START ENTRIES SUPPLIED

//! A sample in biological time: text and JSON.

use crate::biological_time::{Placed, SampleBand, Standing};
use serde_json::{Value, json as value};
use std::io::{self, Write};

/// Words that stand beside every sample.
pub const FIXED_WORDS: [&str; 6] = [
    "Do not delay a sample, referral or treatment that is clinically needed because of this estimate. If adrenal crisis is suspected this is an emergency: treat first.",
    "A modelled time is not a validated test time; agree any re-timing with the laboratory and the treating doctor; the laboratory's own interval decides.",
    "Late-night saliva tests are not for current night workers without specialist advice.",
    "Never change steroid dosing from this.",
    "The model describes a group mean; the band adds published variation between and within persons. It is no reference interval.",
    "Not a medical device; not validated for clinical decisions.",
];

/// What is printed of a sample.
#[derive(Debug, Clone, PartialEq)]
pub struct SampleReport {
    /// Worker.
    pub worker: String,
    /// When, local.
    pub at: String,
    /// The sample.
    pub placed: Placed,
    /// A measured value, nmol/L.
    pub measured: Option<f64>,
    /// Was `CBTmin` stated instead of modelled?
    pub stated: bool,
    /// Next spans in which a sample would be comparable, local; none when not asked for.
    pub next: Option<Vec<(String, String)>>,
}

fn band(band: SampleBand) -> String {
    format!(
        "{:.0} to {:.0} nmol/L (median {:.0})",
        band.p05, band.p95, band.median
    )
}

fn saliva_band(band: SampleBand) -> String {
    format!(
        "{:.1} to {:.1} nmol/L (median {:.1})",
        band.p05, band.p95, band.median
    )
}

/// Lines for the terminal.
///
/// # Errors
///
/// Whatever the writer refuses.
pub fn text(report: &SampleReport, out: &mut impl Write) -> io::Result<()> {
    let placed = &report.placed;
    let shown = |b: SampleBand| match placed.matrix {
        crate::samples::Matrix::Serum => band(b),
        crate::samples::Matrix::Saliva => saliva_band(b),
    };
    writeln!(out, "{}", FIXED_WORDS[0])?;
    writeln!(
        out,
        "\n{}, {}, {}",
        report.worker,
        report.at,
        placed.matrix.word()
    )?;
    writeln!(
        out,
        "  modelled sample band, 5 to 95 %: {}",
        shown(placed.band)
    )?;
    writeln!(
        out,
        "  a day worker's at the same hour: {}",
        shown(placed.day_worker)
    )?;
    if placed.near_waking {
        writeln!(
            out,
            "  close to waking: the band is widened, since the waking response is modelled only on average"
        )?;
    }
    if let Some(measured) = report.measured {
        writeln!(
            out,
            "  measured {measured:.1} nmol/L: {}",
            against(measured, placed.band)
        )?;
    }
    text_of_standing(report, out)?;
    if let Some(next) = &report.next {
        match next.as_slice() {
            [] => writeln!(out, "  next comparable time: none in this roster")?,
            spans => {
                writeln!(out, "  next comparable times:")?;
                for (from, to) in spans.iter().take(10) {
                    writeln!(out, "    {from} to {to}")?;
                }
            }
        }
    }
    writeln!(out)?;
    for words in &FIXED_WORDS[1..] {
        writeln!(out, "{words}")?;
    }
    Ok(())
}

fn text_of_standing(report: &SampleReport, out: &mut impl Write) -> io::Result<()> {
    let standing = &report.placed.standing;
    let of = |q: crate::numeric::quantile::Quantiles| {
        format!("{:.1} h ({:.1} to {:.1})", q.median, q.p05, q.p95)
    };
    let source = if report.stated { "stated" } else { "modelled" };
    writeln!(
        out,
        "  {source} CBTmin: {} before the sample",
        of(standing.since_cbtmin_h)
    )?;
    writeln!(
        out,
        "  {source} waking: {} before the sample, after a main sleep of {}",
        of(standing.since_waking_h),
        of(standing.main_sleep_h)
    )?;
    writeln!(
        out,
        "  timing against 3 to 7 h after CBTmin: {} ({} of {} members)",
        standing.timing.word(),
        standing.hold,
        standing.of
    )?;
    writeln!(
        out,
        "  night duties that ended in the last 72 h: {}",
        standing.nights_before
    )?;
    writeln!(
        out,
        "  {}",
        if standing.comparable {
            "comparable with a day worker's sample"
        } else {
            "not comparable with a day worker's sample"
        }
    )
}

/// A measured value against the modelled sample band, in the fixed words.
fn against(measured: f64, band: SampleBand) -> &'static str {
    if measured < band.p05 {
        "below the modelled sample band"
    } else if measured > band.p95 {
        "above the modelled sample band"
    } else {
        "within the modelled sample band"
    }
}

/// Schema `acroshift.sample/1`.
///
/// # Errors
///
/// Whatever the writer refuses.
pub fn json(report: &SampleReport, version: &str, out: &mut impl Write) -> io::Result<()> {
    let placed = &report.placed;
    let band = |b: SampleBand| value!({ "median": b.median, "p05": b.p05, "p95": b.p95, "unit": "nmol/L" });
    let document = value!({
        "schema": "acroshift.sample/1",
        "tool": { "name": "acroshift", "version": version },
        "worker": report.worker,
        "at": report.at,
        "matrix": placed.matrix.word(),
        "sample_band": band(placed.band),
        "day_worker": band(placed.day_worker),
        "measured": report.measured,
        "measured_against_band": report.measured.map(|m| against(m, placed.band)),
        "timing": json_standing(&placed.standing, report.stated),
        "near_waking": placed.near_waking,
        "comparable": placed.standing.comparable,
        "next_comparable": report.next,
        "cautions": FIXED_WORDS,
    });
    serde_json::to_writer_pretty(&mut *out, &document)?;
    writeln!(out)
}

fn json_standing(standing: &Standing, stated: bool) -> Value {
    let hours = |q: crate::numeric::quantile::Quantiles| value!({ "median": q.median, "p05": q.p05, "p95": q.p95 });
    value!({
        "phase": standing.timing.word(),
        "members": { "hold": standing.hold, "of": standing.of },
        "stated": stated,
        "after_main_sleep": hours(standing.main_sleep_h),
        "hours_since_waking": hours(standing.since_waking_h),
        "hours_since_cbtmin": hours(standing.since_cbtmin_h),
        "nights_in_last_72h": standing.nights_before,
    })
}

END ENTRIES SUPPLIED

DESCRIPTION OF THE TASK:
Output the data above in full and exactly.

ANSWER FOR THE TASK:
//! A sample in biological time: text and JSON.

use crate::biological_time::{Placed, SampleBand, Standing};
use serde_json::{Value, json as value};
use std::io::{self, Write};

/// Words that stand beside every sample.
pub const FIXED_WORDS: [&str; 6] = [
    "Do not delay a sample, referral or treatment that is clinically needed because of this estimate. If adrenal crisis is suspected this is an emergency: treat first.",
    "A modelled time is not a validated test time; agree any re-timing with the laboratory and the treating doctor; the laboratory's own interval decides.",
    "Late-night saliva tests are not for current night workers without specialist advice.",
    "Never change steroid dosing from this.",
    "The model describes a group mean; the band adds published variation between and within persons. It is no reference interval.",
    "Not a medical device; not validated for clinical decisions.",
];

/// What is printed of a sample.
#[derive(Debug, Clone, PartialEq)]
pub struct SampleReport {
    /// Worker.
    pub worker: String,
    /// When, local.
    pub at: String,
    /// The sample.
    pub placed: Placed,
    /// A measured value, nmol/L.
    pub measured: Option<f64>,
    /// Was `CBTmin` stated instead of modelled?
    pub stated: bool,
    /// Next spans in which a sample would be comparable, local; none when not asked for.
    pub next: Option<Vec<(String, String)>>,
}

fn band(band: SampleBand) -> String {
    format!(
        "{:.0} to {:.0} nmol/L (median {:.0})",
        band.p05, band.p95, band.median
    )
}

fn saliva_band(band: SampleBand) -> String {
    format!(
        "{:.1} to {:.1} nmol/L (median {:.1})",
        band.p05, band.p95, band.median
    )
}

/// Lines for the terminal.
///
/// # Errors
///
/// Whatever the writer refuses.
pub fn text(report: &SampleReport, out: &mut impl Write) -> io::Result<()> {
    let placed = &report.placed;
    let shown = |b: SampleBand| match placed.matrix {
        crate::samples::Matrix::Serum => band(b),
        crate::samples::Matrix::Saliva => saliva_band(b),
    };
    writeln!(out, "{}", FIXED_WORDS[0])?;
    writeln!(
        out,
        "\n{}, {}, {}",
        report.worker,
        report.at,
        placed.matrix.word()
    )?;
    writeln!(
        out,
        "  modelled sample band, 5 to 95 %: {}",
        shown(placed.band)
    )?;
    writeln!(
        out,
        "  a day worker's at the same hour: {}",
        shown(placed.day_worker)
    )?;
    if placed.near_waking {
        writeln!(
            out,
            "  close to waking: the band is widened, since the waking response is modelled only on average"
        )?;
    }
    if let Some(measured) = report.measured {
        writeln!(
            out,
            "  measured {measured:.1} nmol/L: {}",
            against(measured, placed.band)
        )?;
    }
    text_of_standing(report, out)?;
    if let Some(next) = &report.next {
        match next.as_slice() {
            [] => writeln!(out, "  next comparable time: none in this roster")?,
            spans => {
                writeln!(out, "  next comparable times:")?;
                for (from, to) in spans.iter().take(10) {
                    writeln!(out, "    {from} to {to}")?;
                }
            }
        }
    }
    writeln!(out)?;
    for words in &FIXED_WORDS[1..] {
        writeln!(out, "{words}")?;
    }
    Ok(())
}

fn text_of_standing(report: &SampleReport, out: &mut impl Write) -> io::Result<()> {
    let standing = &report.placed.standing;
    let of = |q: crate::numeric::quantile::Quantiles| {
        format!("{:.1} h ({:.1} to {:.1})", q.median, q.p05, q.p95)
    };
    let source = if report.stated { "stated" } else { "modelled" };
    writeln!(
        out,
        "  {source} CBTmin: {} before the sample",
        of(standing.since_cbtmin_h)
    )?;
    writeln!(
        out,
        "  {source} waking: {} before the sample, after a main sleep of {}",
        of(standing.since_waking_h),
        of(standing.main_sleep_h)
    )?;
    writeln!(
        out,
        "  timing against 3 to 7 h after CBTmin: {} ({} of {} members)",
        standing.timing.word(),
        standing.hold,
        standing.of
    )?;
    writeln!(
        out,
        "  night duties that ended in the last 72 h: {}",
        standing.nights_before
    )?;
    writeln!(
        out,
        "  {}",
        if standing.comparable {
            "comparable with a day worker's sample"
        } else {
            "not comparable with a day worker's sample"
        }
    )
}

/// A measured value against the modelled sample band, in the fixed words.
fn against(measured: f64, band: SampleBand) -> &'static str {
    if measured < band.p05 {
        "below the modelled sample band"
    } else if measured > band.p95 {
        "above the modelled sample band"
    } else {
        "within the modelled sample band"
    }
}

/// Schema `acroshift.sample/1`.
///
/// # Errors
///
/// Whatever the writer refuses.
pub fn json(report: &SampleReport, version: &str, out: &mut impl Write) -> io::Result<()> {
    let placed = &report.placed;
    let band = |b: SampleBand| value!({ "median": b.median, "p05": b.p05, "p95": b.p95, "unit": "nmol/L" });
    let document = value!({
        "schema": "acroshift.sample/1",
        "tool": { "name": "acroshift", "version": version },
        "worker": report.worker,
        "at": report.at,
        "matrix": placed.matrix.word(),
        "sample_band": band(placed.band),
        "day_worker": band(placed.day_worker),
        "measured": report.measured,
        "measured_against_band": report.measured.map(|m| against(m, placed.band)),
        "timing": json_standing(&placed.standing, report.stated),
        "near_waking": placed.near_waking,
        "comparable": placed.standing.comparable,
        "next_comparable": report.next,
        "cautions": FIXED_WORDS,
    });
    serde_json::to_writer_pretty(&mut *out, &document)?;
    writeln!(out)
}

fn json_standing(standing: &Standing, stated: bool) -> Value {
    let hours = |q: crate::numeric::quantile::Quantiles| value!({ "median": q.median, "p05": q.p05, "p95": q.p95 });
    value!({
        "phase": standing.timing.word(),
        "members": { "hold": standing.hold, "of": standing.of },
        "stated": stated,
        "after_main_sleep": hours(standing.main_sleep_h),
        "hours_since_waking": hours(standing.since_waking_h),
        "hours_since_cbtmin": hours(standing.since_cbtmin_h),
        "nights_in_last_72h": standing.nights_before,
    })
}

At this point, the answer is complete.